- **TASK GOAL**
Stop at the line containing "2jx)/(x² + 1);": every line of the listing from the first up to that one must be set down exactly.

- **DATA SHOWN**
□ □ □ □ □ □ □
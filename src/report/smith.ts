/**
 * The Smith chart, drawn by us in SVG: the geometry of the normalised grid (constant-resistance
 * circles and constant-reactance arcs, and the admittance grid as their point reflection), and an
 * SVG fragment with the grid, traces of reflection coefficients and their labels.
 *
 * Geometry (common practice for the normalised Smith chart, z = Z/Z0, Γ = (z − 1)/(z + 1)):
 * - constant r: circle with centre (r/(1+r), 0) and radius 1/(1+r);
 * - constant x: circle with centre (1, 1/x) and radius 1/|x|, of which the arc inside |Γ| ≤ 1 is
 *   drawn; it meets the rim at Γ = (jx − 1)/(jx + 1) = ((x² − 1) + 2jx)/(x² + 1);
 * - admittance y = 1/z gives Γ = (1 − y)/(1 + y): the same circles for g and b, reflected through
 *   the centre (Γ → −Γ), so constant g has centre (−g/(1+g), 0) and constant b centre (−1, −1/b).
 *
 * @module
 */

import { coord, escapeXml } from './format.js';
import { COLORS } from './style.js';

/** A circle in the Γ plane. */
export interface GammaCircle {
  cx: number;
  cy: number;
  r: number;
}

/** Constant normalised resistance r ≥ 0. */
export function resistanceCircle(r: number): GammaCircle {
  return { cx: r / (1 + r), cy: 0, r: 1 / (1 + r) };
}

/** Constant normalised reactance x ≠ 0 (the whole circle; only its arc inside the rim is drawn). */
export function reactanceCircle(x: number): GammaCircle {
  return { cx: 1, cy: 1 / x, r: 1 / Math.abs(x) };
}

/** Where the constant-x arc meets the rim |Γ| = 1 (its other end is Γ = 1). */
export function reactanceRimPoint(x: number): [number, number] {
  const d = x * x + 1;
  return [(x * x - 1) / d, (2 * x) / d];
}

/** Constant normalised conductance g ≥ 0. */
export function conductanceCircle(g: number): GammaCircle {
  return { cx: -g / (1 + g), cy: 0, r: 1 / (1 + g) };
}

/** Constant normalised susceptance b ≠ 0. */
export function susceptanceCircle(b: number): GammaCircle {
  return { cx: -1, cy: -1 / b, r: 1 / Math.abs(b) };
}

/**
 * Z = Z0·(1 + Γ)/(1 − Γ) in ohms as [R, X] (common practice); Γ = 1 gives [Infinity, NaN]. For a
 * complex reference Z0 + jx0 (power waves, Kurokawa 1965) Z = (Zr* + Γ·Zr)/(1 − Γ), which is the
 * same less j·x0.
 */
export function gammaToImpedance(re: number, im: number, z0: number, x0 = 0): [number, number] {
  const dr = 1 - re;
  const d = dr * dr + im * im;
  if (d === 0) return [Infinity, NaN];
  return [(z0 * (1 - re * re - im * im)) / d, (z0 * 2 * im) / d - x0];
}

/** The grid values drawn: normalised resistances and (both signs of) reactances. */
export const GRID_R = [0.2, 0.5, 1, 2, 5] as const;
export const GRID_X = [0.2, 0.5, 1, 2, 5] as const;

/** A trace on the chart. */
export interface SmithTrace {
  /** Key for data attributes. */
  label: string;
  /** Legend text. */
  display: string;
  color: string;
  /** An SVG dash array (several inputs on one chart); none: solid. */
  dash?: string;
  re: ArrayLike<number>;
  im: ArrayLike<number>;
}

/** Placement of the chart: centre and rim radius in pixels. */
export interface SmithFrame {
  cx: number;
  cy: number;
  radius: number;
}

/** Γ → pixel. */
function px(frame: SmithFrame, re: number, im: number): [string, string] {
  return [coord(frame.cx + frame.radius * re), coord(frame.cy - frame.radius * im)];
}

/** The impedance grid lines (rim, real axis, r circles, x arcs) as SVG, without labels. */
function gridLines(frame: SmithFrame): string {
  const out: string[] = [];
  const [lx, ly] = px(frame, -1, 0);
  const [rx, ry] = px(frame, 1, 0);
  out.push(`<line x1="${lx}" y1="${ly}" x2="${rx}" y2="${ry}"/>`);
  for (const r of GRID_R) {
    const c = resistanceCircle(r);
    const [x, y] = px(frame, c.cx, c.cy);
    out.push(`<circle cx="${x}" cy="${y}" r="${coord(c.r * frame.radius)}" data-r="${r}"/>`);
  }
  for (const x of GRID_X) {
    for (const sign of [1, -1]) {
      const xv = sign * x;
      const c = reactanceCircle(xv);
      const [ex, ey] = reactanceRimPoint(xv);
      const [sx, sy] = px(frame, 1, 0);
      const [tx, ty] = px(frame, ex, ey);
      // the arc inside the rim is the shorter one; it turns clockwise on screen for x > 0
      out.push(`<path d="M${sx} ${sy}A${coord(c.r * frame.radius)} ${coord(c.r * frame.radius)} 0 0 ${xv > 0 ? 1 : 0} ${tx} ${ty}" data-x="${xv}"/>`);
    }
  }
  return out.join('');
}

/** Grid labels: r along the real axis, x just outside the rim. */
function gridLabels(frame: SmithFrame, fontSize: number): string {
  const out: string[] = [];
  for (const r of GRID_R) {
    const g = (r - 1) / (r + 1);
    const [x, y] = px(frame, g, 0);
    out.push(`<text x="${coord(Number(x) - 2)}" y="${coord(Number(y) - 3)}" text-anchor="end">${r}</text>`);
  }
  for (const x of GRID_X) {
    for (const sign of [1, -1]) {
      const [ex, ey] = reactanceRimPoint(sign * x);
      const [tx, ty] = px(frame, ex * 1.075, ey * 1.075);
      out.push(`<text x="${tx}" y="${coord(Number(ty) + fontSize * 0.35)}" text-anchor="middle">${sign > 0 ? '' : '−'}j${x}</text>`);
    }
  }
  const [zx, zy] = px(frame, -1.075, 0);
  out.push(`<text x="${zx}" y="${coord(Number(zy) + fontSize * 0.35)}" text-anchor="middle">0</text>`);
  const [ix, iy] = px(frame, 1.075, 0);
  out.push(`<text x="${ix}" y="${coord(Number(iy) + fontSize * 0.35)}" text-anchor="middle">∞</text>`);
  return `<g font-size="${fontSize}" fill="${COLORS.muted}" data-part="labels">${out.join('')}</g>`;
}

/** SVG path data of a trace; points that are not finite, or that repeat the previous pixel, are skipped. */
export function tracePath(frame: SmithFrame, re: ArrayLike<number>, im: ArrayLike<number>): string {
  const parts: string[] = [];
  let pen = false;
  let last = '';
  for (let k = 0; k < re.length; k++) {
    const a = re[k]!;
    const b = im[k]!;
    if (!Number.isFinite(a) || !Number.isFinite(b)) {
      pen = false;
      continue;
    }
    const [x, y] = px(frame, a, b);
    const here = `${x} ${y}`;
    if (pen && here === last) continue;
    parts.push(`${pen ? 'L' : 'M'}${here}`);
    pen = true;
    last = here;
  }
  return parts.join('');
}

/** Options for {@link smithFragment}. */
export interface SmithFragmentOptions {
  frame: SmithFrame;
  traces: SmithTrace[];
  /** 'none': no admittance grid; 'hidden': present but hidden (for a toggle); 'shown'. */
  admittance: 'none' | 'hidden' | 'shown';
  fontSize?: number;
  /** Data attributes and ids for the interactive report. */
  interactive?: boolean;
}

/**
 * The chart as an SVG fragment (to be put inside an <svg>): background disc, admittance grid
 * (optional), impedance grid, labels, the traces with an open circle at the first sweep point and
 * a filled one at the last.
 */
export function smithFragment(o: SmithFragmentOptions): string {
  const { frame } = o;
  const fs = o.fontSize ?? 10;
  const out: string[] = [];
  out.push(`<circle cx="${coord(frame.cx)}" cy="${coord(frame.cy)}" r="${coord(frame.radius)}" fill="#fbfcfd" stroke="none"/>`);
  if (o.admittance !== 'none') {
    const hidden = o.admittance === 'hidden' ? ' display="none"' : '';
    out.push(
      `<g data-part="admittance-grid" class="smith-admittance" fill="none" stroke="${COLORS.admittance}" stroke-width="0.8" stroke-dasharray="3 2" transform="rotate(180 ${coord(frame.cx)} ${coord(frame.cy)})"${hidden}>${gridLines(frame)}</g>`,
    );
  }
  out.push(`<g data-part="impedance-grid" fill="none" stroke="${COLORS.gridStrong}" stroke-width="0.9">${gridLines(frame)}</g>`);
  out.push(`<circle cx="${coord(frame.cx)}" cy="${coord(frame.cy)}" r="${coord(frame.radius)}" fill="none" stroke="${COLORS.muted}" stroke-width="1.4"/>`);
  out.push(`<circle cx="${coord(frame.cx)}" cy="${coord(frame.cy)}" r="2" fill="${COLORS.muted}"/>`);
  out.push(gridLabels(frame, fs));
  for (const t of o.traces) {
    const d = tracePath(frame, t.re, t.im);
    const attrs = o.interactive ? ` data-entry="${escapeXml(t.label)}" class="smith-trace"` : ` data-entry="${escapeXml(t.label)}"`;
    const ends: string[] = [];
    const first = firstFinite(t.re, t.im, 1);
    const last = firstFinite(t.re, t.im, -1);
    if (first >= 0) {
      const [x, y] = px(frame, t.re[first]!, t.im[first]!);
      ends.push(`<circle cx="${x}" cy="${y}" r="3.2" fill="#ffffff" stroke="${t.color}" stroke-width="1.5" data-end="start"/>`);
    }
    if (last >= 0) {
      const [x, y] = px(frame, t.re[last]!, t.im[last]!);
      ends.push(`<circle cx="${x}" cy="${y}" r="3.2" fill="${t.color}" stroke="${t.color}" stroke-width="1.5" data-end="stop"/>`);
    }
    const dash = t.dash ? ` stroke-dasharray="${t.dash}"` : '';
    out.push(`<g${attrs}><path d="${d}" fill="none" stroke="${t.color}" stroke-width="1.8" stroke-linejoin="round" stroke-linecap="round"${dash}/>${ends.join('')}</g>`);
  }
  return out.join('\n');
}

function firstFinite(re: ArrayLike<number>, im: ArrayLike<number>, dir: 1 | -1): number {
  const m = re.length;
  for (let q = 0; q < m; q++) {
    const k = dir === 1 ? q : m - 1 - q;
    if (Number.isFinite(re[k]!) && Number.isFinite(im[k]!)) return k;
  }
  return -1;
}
□ □ □ □ □ □ □
- **SOLUTION TO THE EXERCISE**
filename src/report/smith.ts
/**
 * The Smith chart, drawn by us in SVG: the geometry of the normalised grid (constant-resistance
 * circles and constant-reactance arcs, and the admittance grid as their point reflection), and an
 * SVG fragment with the grid, traces of reflection coefficients and their labels.
 *
 * Geometry (common practice for the normalised Smith chart, z = Z/Z0, Γ = (z − 1)/(z + 1)):
 * - constant r: circle with centre (r/(1+r), 0) and radius 1/(1+r);
 * - constant x: circle with centre (1, 1/x) and radius 1/|x|, of which the arc inside |Γ| ≤ 1 is
 *   drawn; it meets the rim at Γ = (jx − 1)/(jx + 1) = ((x² − 1) + 2jx)/(x² + 1);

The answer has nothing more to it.